(Saved data entries)
• • • •

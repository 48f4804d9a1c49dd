import { afterAll, describe, expect, test } from "vitest";
import { TrainingAttempt, TrainingLesson, TrainingPrediction } from "#models/index";
import { getDatabase } from "#server/db/database.server";
import { LAYER_LABELS, LAYERS } from "#server/engine/vocabulary";
import type { TestClient } from "../support/client";
import { visibleText } from "../support/html";
import { createdId, makeTrainingTeam, type TrainingTeam } from "../support/training-team";

// Lessons (issue 12, docs/decisions/016): built by trainers, taken by everyone, predictions saved
// and scored, other trainees' results unseen.

const sequelize = getDatabase();
afterAll(() => sequelize.close());

const words = (html: string) => visibleText(html).replace(/\s+/g, " ");

/** A scenario from the example and a lesson on it with the example's probes; returns the lesson id. */
async function lessonFromExample(team: TrainingTeam, example: string, title = `Lesson on ${example}`): Promise<string> {
  const trainer = await team.members.reviewer.client();
  const scenarioId = createdId(await trainer.post(`${team.training}/scenarios/new`, { intent: "create", title: `Scenario ${example}`, summary: "", source: "example", example }), "scenarios");
  return createdId(await trainer.post(`${team.training}/lessons/new`, { title, introduction: "Predict each layer.", scenarioId, withExampleProbes: "on" }), "lessons");
}

async function begin(client: TestClient, team: TrainingTeam, lessonId: string): Promise<string> {
  return createdId(await client.post(`${team.training}/lessons/${lessonId}`, { intent: "start" }), "attempts");
}

/** The question the attempt page asks: its hidden step and layer index, and the layer's title. */
function questionOn(html: string): { step: string; layerIndex: string } | null {
  const step = /name="step" value="(\d+)"/.exec(html)?.[1];
  const layerIndex = /name="layerIndex" value="(\d+)"/.exec(html)?.[1];
  return step !== undefined && layerIndex !== undefined ? { step, layerIndex } : null;
}

describe("Lessons", () => {
  test("A trainee takes a lesson built from an example: one layer revealed per prediction, nothing later named before it is reached, one wrong prediction scored and shown to the trainer", async () => {
    const team = await makeTrainingTeam("take");
    // login-sources: probe 1 stops at the login sources (4 layers), probe 2 reaches all six.
    const lessonId = await lessonFromExample(team, "login-sources");
    const lesson = await TrainingLesson.findByPk(lessonId, { rejectOnEmpty: true });
    expect(lesson.steps).toHaveLength(2);

    const trainee = await team.members.trainee.client();
    const attemptId = await begin(trainee, team, lessonId);
    const path = `${team.training}/attempts/${attemptId}`;
    const expected = [
      // [step, layer, verdict, outcome]
      ["0", "arrival", "pass"],
      ["0", "inbound-rules", "pass"],
      ["0", "listener", "pass"],
      ["0", "service-kind", "pass"],
      ["0", "login-sources", "stop", "login-denied"],
      ["1", "arrival", "pass"],
      ["1", "inbound-rules", "pass"],
      ["1", "listener", "pass"],
      ["1", "service-kind", "pass"],
      ["1", "login-sources", "pass"],
      ["1", "second-factor", "stop", "login-mfa"],
    ] as const;
    for (const [index, [step, layer, verdict, outcome]] of expected.entries()) {
      const page = await trainee.get(path);
      expect(page.status).toBe(200);
      const text = words(page.text);
      const layerIndex = LAYERS.indexOf(layer);
      expect(questionOn(page.text)).toEqual({ step, layerIndex: String(layerIndex) });
      // The layer asked about is named; no layer after it is, by name or by number.
      expect(text).toContain(`${layerIndex + 1}. ${LAYER_LABELS[layer]} — your prediction`);
      for (const later of LAYERS.slice(layerIndex + 1)) expect(text, `${layer}: ${LAYER_LABELS[later]}`).not.toContain(LAYER_LABELS[later]);
      // One wrong prediction: the trainee thinks the inbound rules of probe 1 decide.
      const wrong = index === 1;
      const posted = wrong ? { verdict: "stop", outcome: "silent" } : { verdict, outcome: outcome ?? "" };
      const answered = await trainee.post(path, { intent: "predict", step, layerIndex: String(layerIndex), ...posted });
      expect(answered.status, words(answered.text).slice(0, 300)).toBe(302);
    }
    const finished = words((await trainee.get(`${path}?probe=1`)).text);
    // 11 verdicts and 2 outcomes; the wrong one costs its point.
    expect(finished).toContain("You scored 12 of 13");
    expect(finished).toMatch(/Probe 1, Inbound rules ?: predicted it decides \(no answer\); it passes\./);
    const attempt = await TrainingAttempt.findByPk(attemptId, { rejectOnEmpty: true });
    expect(attempt.finishedAt).not.toBeNull();
    expect([attempt.points, attempt.possible]).toEqual([12, 13]);
    expect(await TrainingPrediction.count({ where: { attemptId } })).toBe(11);

    // The trainer sees the score and the wrong layer on the lesson page.
    const results = words((await (await team.members.reviewer.client()).get(`${team.training}/lessons/${lessonId}`)).text);
    expect(results).toContain(team.members.trainee.name);
    expect(results).toContain("12 of 13");
    expect(results).toContain("probe 1: Inbound rules");
  });

  test("Other trainees' results are a 404; a trainer reads them but cannot answer for the trainee (403)", async () => {
    const team = await makeTrainingTeam("privacy");
    const lessonId = await lessonFromExample(team, "rule-order");
    const trainee = await team.members.trainee.client();
    const attemptId = await begin(trainee, team, lessonId);
    const path = `${team.training}/attempts/${attemptId}`;
    expect((await trainee.post(path, { intent: "predict", step: "0", layerIndex: "0", verdict: "pass" })).status).toBe(302);

    // The engineer is no trainer: another member's attempt does not exist for them.
    const other = await team.members.engineer.client();
    expect((await other.get(path)).status).toBe(404);
    expect((await other.post(path, { intent: "predict", step: "0", layerIndex: "1", verdict: "pass" })).status).toBe(404);
    const theirs = words((await other.get(`${team.training}/lessons/${lessonId}`)).text);
    expect(theirs).not.toContain(team.members.trainee.name);

    const trainer = await team.members.reviewer.client();
    const watched = await trainer.get(path);
    expect(watched.status).toBe(200);
    expect(words(watched.text)).toContain(`The attempt of ${team.members.trainee.name}`);
    expect(questionOn(watched.text)).toBeNull();
    expect((await trainer.post(path, { intent: "predict", step: "0", layerIndex: "1", verdict: "pass" })).status).toBe(403);
    expect(await TrainingPrediction.count({ where: { attemptId } })).toBe(1);

    // Another organisation's attempt is a 404 too; a malformed id a 400.
    const stranger = await makeTrainingTeam("privacy-other");
    expect((await (await stranger.members.reviewer.client()).get(`/o/${stranger.slug}/training/attempts/${attemptId}`)).status).toBe(404);
    expect((await trainee.get(`${team.training}/attempts/not-an-id`)).status).toBe(400);
  });

  test("Bad predictions: 'it decides' without an outcome is said beside the field, with the choice kept; an answered question cannot be answered again", async () => {
    const team = await makeTrainingTeam("bad-predictions");
    const lessonId = await lessonFromExample(team, "rule-order");
    const trainee = await team.members.trainee.client();
    const attemptId = await begin(trainee, team, lessonId);
    const path = `${team.training}/attempts/${attemptId}`;
    const missing = await trainee.post(path, { intent: "predict", step: "0", layerIndex: "0", verdict: "stop", outcome: "" });
    expect(missing.status).toBe(400);
    expect(words(missing.text)).toContain("You say this layer decides: choose the outcome it gives.");
    expect(missing.text).toMatch(/name="verdict" (checked="" value="stop"|value="stop" checked="")/);
    expect((await trainee.post(path, { intent: "predict", step: "0", layerIndex: "0", verdict: "maybe" })).status).toBe(400);
    expect((await trainee.post(path, { intent: "predict", step: "0", layerIndex: "0", verdict: "pass", outcome: "no-such-outcome" })).status).toBe(400);
    expect(await TrainingPrediction.count({ where: { attemptId } })).toBe(0);

    expect((await trainee.post(path, { intent: "predict", step: "0", layerIndex: "0", verdict: "pass" })).status).toBe(302);
    // Answering it again (after it was revealed), or skipping ahead, is refused.
    expect((await trainee.post(path, { intent: "predict", step: "0", layerIndex: "0", verdict: "stop", outcome: "silent" })).status).toBe(409);
    expect((await trainee.post(path, { intent: "predict", step: "1", layerIndex: "0", verdict: "pass" })).status).toBe(409);
    expect(await TrainingPrediction.count({ where: { attemptId } })).toBe(1);
  });

  test("A trainee cannot build, change or present lessons (403); a trainer's bad probe is said beside its field; a stale form is refused; a scenario in use is not deleted", async () => {
    const team = await makeTrainingTeam("lesson-editing");
    const lessonId = await lessonFromExample(team, "schedule-window");
    const trainee = await team.members.trainee.client();
    const edit = `${team.training}/lessons/${lessonId}/edit`;
    expect((await trainee.get(`${team.training}/lessons/new`)).status).toBe(403);
    expect((await trainee.get(edit)).status).toBe(403);
    expect((await trainee.post(edit, { intent: "delete-step", index: "0", version: "1" })).status).toBe(403);
    expect((await trainee.get(`${team.training}/lessons/${lessonId}/present`)).status).toBe(403);

    const trainer = await team.members.reviewer.client();
    const unknown = await trainer.post(edit, { intent: "add-step", version: "1", from: "203.0.113.9", interface: "no-such-port", service: "https" });
    expect(unknown.status).toBe(400);
    expect(words(unknown.text)).toContain("no-such-port");
    expect(unknown.text).toContain('value="203.0.113.9"');
    const malformed = await trainer.post(edit, { intent: "add-step", version: "1", from: "203.0.113", interface: "wan", service: "https" });
    expect(malformed.status).toBe(400);
    expect((await TrainingLesson.findByPk(lessonId, { rejectOnEmpty: true })).version).toBe(1);

    const added = await trainer.post(edit, { intent: "add-step", version: "1", from: "10.40.0.20", interface: "lan", service: "ssh", "note-login-sources": "*shop-admin* may log in from the shop." });
    expect(added.status).toBe(302);
    const lesson = await TrainingLesson.findByPk(lessonId, { rejectOnEmpty: true });
    expect(lesson.version).toBe(2);
    expect(lesson.steps).toHaveLength(3);
    expect((lesson.steps as Array<{ notes: Record<string, string> }>)[2].notes).toEqual({ "login-sources": "*shop-admin* may log in from the shop." });
    expect((await trainer.post(edit, { intent: "delete-step", index: "0", version: "1" })).status).toBe(409);
    expect((await trainer.post(edit, { intent: "move-step", index: "2", direction: "up", version: "2" })).status).toBe(302);
    expect(((await TrainingLesson.findByPk(lessonId, { rejectOnEmpty: true })).steps as Array<{ probe: { interface: string } }>).map((step) => step.probe.interface)).toEqual(["wan", "lan", "wan"]);

    const scenarioId = lesson.scenarioId;
    const refused = await trainer.post(`${team.training}/scenarios/${scenarioId}`, { intent: "delete" });
    expect(refused.status).toBe(409);
    expect(words(refused.text)).toContain(lesson.title);
  });

  test("An attempt is graded against the scenario as it was when it began, whatever the trainer changes later", async () => {
    const team = await makeTrainingTeam("snapshot");
    const lessonId = await lessonFromExample(team, "rule-order");
    const trainee = await team.members.trainee.client();
    const attemptId = await begin(trainee, team, lessonId);
    const trainer = await team.members.reviewer.client();
    const lesson = await TrainingLesson.findByPk(lessonId, { rejectOnEmpty: true });
    // The trainer fixes the rule order: the drop no longer comes first.
    expect((await trainer.post(`${team.training}/scenarios/${lesson.scenarioId}/model/rules`, { intent: "move-rule", ruleId: "drop-internet", to: "2", baseRevision: "1" })).status).toBe(302);
    const path = `${team.training}/attempts/${attemptId}`;
    expect((await trainee.post(path, { intent: "predict", step: "0", layerIndex: "0", verdict: "pass" })).status).toBe(302);
    // In the snapshot, drop-internet still decides probe 1.
    expect((await trainee.post(path, { intent: "predict", step: "0", layerIndex: "1", verdict: "stop", outcome: "silent" })).status).toBe(302);
    const attempt = await TrainingAttempt.findByPk(attemptId, { rejectOnEmpty: true });
    expect([attempt.points, attempt.possible]).toEqual([3, 3]);
    // A new attempt reads the scenario as it is now.
    const second = await begin(trainee, team, lessonId);
    const secondPath = `${team.training}/attempts/${second}`;
    await trainee.post(secondPath, { intent: "predict", step: "0", layerIndex: "0", verdict: "pass" });
    const page = words((await trainee.get(secondPath)).text);
    expect(page).toContain("2. Inbound rules — your prediction");
    await trainee.post(secondPath, { intent: "predict", step: "0", layerIndex: "1", verdict: "stop", outcome: "silent" });
    expect((await TrainingAttempt.findByPk(second, { rejectOnEmpty: true })).points).toBe(1);
  });
});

• • • •

• PROBLEM DESCRIPTION:
Determine the number of lines in the entries that hold "getDatabase". Reply with that number only.

• SOLVED PROBLEM:
2